- **Task instructions**: Using the records below, filter for lines that contain the string "bold" and copy them out.

- **Data supplied**:

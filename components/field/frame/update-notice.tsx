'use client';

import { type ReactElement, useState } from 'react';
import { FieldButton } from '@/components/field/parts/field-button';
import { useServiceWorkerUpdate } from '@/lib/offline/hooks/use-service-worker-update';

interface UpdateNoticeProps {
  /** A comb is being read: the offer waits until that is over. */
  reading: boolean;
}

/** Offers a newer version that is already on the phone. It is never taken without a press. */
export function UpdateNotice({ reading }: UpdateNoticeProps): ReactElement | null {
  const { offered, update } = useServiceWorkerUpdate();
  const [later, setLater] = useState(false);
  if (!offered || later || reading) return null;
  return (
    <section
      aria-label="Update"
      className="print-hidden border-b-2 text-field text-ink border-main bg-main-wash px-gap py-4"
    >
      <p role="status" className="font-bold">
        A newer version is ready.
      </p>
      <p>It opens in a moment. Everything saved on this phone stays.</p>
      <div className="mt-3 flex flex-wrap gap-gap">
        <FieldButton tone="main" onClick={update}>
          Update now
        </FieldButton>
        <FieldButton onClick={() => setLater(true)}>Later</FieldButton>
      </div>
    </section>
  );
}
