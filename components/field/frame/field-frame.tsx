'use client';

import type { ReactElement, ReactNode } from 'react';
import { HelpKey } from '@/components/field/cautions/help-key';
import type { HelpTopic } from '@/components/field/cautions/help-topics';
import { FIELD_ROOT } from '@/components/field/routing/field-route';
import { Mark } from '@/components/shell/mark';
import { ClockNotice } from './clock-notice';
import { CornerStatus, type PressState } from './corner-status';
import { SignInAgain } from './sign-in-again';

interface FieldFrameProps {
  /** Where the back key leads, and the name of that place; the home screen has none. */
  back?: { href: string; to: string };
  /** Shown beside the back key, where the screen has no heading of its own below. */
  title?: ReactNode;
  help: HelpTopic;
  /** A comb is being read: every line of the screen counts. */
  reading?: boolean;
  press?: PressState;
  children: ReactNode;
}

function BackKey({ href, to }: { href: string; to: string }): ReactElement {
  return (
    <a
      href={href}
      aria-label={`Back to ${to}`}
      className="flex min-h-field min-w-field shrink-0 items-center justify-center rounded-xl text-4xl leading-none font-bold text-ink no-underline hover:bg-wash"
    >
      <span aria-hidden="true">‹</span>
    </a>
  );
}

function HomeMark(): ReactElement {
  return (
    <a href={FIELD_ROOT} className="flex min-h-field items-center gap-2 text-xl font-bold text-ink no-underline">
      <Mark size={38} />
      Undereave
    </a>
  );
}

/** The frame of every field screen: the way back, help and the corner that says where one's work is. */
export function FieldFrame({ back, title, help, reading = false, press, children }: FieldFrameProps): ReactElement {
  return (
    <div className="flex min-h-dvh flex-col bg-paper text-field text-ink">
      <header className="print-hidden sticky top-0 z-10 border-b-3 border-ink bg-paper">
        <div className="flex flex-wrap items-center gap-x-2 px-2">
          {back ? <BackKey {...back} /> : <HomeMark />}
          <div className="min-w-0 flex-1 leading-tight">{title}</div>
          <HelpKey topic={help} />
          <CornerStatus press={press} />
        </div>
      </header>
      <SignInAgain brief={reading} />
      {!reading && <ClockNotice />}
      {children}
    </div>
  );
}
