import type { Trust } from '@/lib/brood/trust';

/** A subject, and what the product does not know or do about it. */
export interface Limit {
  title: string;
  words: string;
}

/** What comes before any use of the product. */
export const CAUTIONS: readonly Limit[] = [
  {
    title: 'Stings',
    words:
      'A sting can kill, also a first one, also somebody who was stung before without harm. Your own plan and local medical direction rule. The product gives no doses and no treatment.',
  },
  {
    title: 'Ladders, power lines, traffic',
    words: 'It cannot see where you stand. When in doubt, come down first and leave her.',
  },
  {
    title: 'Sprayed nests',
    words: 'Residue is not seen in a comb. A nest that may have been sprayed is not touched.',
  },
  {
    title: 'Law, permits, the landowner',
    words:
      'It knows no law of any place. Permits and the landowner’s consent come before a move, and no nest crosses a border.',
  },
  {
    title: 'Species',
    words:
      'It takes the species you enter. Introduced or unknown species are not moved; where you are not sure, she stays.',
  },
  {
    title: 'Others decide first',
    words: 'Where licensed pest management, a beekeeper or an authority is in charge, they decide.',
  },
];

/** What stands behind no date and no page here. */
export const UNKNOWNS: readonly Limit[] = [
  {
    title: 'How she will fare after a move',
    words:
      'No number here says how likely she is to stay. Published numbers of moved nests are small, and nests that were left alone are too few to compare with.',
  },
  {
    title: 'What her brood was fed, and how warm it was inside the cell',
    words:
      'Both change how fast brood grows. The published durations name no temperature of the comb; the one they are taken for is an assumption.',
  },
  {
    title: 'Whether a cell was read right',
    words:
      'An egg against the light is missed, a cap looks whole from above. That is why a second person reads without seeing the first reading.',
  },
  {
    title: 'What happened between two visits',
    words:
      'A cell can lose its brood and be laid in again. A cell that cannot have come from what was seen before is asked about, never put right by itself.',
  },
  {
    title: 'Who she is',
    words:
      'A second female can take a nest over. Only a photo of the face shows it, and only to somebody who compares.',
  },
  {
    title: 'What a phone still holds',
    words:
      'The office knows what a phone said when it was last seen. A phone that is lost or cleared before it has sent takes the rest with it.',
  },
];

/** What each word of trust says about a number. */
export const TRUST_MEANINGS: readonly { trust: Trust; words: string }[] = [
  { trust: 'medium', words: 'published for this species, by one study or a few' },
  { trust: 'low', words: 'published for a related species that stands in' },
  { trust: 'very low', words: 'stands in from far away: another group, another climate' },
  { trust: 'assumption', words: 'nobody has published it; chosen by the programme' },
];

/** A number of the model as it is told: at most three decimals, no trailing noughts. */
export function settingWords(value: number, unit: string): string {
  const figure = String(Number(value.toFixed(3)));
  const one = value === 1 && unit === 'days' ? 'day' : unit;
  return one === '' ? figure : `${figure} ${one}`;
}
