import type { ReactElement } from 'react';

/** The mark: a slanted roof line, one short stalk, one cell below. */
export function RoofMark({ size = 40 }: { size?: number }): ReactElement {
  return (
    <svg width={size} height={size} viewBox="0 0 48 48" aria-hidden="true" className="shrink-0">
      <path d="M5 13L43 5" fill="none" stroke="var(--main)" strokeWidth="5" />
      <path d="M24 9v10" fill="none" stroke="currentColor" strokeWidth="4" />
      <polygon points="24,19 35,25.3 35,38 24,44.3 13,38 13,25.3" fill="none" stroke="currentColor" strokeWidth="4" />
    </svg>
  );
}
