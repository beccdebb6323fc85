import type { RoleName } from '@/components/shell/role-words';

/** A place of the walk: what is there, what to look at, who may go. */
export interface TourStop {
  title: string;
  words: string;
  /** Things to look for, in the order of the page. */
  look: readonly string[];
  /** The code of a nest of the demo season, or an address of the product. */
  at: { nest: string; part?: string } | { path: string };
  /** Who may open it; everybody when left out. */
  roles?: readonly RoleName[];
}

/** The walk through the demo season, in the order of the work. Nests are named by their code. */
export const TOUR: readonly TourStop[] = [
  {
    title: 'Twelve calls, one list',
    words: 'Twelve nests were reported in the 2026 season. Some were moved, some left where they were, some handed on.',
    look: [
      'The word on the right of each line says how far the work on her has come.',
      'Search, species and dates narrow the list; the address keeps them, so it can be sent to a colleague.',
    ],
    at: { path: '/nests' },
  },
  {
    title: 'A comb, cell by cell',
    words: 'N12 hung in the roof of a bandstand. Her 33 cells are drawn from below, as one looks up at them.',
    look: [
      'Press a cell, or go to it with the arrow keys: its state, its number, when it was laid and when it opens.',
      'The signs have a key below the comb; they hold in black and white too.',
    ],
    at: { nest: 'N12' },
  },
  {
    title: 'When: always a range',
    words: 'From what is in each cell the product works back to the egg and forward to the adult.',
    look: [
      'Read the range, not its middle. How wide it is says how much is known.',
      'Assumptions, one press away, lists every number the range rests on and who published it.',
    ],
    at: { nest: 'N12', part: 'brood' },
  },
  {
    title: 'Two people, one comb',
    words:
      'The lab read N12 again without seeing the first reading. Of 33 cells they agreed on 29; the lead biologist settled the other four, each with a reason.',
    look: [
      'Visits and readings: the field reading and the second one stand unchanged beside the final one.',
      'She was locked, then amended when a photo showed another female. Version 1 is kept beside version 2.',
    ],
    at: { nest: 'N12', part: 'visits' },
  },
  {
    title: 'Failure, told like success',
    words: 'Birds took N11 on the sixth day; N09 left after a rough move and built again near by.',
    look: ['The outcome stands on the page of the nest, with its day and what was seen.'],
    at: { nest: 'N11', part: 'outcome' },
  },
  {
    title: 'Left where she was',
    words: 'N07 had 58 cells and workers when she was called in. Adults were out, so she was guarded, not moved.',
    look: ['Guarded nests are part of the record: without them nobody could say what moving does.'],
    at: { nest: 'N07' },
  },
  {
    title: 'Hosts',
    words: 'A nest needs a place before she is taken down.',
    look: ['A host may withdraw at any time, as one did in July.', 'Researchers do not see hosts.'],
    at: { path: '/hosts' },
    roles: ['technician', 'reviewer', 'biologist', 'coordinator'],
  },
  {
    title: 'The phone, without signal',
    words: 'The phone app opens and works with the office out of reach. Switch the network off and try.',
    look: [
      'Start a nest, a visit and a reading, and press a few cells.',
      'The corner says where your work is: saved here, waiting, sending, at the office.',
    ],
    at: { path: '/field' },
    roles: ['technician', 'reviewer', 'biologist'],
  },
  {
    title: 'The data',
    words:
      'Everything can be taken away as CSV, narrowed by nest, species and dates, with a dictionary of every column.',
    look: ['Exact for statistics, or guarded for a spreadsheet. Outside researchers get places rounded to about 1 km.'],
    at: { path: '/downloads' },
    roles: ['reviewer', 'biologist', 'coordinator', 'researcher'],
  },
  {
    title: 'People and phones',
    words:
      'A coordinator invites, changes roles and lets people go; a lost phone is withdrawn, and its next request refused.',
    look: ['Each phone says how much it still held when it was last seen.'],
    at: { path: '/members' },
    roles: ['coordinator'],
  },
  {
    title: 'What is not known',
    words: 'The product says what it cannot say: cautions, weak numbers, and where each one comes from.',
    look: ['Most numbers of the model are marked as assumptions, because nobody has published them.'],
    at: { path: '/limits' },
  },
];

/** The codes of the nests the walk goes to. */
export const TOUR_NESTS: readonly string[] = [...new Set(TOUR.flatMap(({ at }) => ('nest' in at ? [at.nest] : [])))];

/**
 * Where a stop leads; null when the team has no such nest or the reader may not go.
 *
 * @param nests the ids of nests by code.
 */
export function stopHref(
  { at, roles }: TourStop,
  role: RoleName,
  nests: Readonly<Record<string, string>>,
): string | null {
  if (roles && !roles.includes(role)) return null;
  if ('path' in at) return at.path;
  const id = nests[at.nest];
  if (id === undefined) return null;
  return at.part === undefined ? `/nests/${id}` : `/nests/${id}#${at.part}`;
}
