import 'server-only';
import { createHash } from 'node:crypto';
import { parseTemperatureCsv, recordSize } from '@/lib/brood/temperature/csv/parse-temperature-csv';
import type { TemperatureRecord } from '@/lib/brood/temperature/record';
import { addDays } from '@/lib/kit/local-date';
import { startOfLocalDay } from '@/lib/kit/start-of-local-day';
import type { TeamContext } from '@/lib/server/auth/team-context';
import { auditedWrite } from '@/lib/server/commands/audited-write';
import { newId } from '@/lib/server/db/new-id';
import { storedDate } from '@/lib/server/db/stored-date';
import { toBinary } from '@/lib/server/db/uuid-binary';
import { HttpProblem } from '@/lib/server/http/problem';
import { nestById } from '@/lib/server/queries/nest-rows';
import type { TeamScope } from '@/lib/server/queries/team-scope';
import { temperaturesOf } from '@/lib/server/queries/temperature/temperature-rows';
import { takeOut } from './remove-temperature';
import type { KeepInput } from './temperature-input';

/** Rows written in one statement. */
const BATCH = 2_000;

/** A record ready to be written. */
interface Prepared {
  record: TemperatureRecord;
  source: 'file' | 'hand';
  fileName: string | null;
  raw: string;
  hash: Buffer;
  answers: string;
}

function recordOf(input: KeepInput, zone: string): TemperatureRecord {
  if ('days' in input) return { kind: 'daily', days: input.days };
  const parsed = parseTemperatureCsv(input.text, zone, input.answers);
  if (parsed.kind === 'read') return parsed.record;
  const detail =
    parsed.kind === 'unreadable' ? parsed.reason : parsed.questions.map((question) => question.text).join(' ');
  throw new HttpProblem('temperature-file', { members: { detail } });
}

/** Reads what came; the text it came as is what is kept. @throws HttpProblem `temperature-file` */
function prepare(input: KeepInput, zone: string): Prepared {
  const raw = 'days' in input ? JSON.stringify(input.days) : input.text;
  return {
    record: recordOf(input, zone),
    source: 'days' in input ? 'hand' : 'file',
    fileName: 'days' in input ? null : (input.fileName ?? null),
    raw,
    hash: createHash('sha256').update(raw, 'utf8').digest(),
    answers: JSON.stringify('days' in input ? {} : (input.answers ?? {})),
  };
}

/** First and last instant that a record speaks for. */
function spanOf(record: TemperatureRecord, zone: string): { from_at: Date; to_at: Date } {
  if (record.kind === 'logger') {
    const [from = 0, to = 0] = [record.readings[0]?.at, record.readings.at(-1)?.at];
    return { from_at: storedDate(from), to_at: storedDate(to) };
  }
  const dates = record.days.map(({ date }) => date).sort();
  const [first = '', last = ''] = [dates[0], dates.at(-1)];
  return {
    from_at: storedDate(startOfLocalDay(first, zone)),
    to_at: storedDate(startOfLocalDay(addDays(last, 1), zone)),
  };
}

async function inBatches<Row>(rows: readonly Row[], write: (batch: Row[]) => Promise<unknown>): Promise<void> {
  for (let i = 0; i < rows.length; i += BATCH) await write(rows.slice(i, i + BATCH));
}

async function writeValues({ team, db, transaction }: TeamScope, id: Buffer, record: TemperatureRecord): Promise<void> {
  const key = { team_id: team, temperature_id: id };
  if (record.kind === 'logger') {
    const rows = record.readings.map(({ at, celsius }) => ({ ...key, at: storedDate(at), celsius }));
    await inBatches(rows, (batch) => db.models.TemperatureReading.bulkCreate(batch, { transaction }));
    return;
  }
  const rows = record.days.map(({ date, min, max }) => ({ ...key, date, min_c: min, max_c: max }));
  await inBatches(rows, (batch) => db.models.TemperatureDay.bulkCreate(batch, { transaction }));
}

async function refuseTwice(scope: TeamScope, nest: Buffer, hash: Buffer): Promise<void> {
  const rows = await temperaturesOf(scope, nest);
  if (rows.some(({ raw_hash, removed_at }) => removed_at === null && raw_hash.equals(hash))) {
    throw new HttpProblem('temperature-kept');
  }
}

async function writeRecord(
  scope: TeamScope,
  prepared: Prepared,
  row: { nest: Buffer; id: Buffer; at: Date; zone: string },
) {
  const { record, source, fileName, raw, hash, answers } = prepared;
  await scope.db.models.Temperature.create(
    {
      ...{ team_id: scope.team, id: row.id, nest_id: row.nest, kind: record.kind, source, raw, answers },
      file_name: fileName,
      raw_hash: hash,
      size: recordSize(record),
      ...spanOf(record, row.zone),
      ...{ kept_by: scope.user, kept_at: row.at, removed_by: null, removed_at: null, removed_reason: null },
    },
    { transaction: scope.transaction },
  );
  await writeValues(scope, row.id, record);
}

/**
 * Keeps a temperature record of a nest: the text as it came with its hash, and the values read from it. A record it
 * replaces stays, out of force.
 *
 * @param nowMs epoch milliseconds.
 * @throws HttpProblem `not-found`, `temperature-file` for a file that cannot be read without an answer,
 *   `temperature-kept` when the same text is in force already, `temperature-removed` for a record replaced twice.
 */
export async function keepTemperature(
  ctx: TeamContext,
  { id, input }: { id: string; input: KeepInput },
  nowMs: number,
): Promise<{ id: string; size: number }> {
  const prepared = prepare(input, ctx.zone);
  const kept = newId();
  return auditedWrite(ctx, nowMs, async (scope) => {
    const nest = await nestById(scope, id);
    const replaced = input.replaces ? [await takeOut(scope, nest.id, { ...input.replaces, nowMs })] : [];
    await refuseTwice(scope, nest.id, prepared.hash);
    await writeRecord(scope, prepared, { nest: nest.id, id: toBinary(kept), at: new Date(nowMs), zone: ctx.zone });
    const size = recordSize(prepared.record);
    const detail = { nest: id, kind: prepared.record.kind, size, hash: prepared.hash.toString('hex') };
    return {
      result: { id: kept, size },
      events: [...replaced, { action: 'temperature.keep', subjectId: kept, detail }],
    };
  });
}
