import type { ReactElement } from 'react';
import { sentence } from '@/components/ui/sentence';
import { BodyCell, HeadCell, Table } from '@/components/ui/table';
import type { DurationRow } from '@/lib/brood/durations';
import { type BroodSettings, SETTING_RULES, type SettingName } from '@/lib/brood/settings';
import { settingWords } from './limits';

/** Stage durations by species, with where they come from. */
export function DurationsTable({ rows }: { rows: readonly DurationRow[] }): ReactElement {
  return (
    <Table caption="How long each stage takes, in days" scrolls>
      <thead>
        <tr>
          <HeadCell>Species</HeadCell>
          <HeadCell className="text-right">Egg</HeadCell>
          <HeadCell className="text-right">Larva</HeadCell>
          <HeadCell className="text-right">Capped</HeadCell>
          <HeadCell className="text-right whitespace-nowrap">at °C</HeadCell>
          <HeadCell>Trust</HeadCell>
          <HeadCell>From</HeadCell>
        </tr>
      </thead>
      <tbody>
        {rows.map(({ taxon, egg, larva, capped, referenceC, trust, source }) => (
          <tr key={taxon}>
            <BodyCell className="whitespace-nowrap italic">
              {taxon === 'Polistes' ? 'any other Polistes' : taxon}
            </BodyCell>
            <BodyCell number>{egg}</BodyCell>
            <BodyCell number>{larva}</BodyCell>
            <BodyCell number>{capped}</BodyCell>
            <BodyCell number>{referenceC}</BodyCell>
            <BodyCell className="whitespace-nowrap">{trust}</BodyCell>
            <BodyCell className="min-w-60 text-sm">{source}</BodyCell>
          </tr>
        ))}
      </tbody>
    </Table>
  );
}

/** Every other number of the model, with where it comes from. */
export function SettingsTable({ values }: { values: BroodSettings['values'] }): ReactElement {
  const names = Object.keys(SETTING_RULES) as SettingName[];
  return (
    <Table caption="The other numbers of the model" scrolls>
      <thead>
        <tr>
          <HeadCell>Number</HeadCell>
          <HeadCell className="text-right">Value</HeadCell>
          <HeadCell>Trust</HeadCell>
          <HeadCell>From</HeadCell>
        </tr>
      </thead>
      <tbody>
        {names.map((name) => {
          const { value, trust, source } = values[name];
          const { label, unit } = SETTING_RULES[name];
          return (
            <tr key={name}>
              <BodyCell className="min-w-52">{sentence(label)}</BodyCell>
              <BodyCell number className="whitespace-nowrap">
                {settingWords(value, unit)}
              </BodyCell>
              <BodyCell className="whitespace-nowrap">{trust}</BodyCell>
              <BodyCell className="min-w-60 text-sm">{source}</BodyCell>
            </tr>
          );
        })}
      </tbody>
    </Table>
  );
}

- **Answer to the problem**:
      <p role="status" className="font-bold">
      className="flex min-h-field min-w-field shrink-0 items-center justify-center rounded-xl text-4xl leading-none font-bold text-ink no-underline hover:bg-wash"
    <a href={FIELD_ROOT} className="flex min-h-field items-center gap-2 text-xl font-bold text-ink no-underline">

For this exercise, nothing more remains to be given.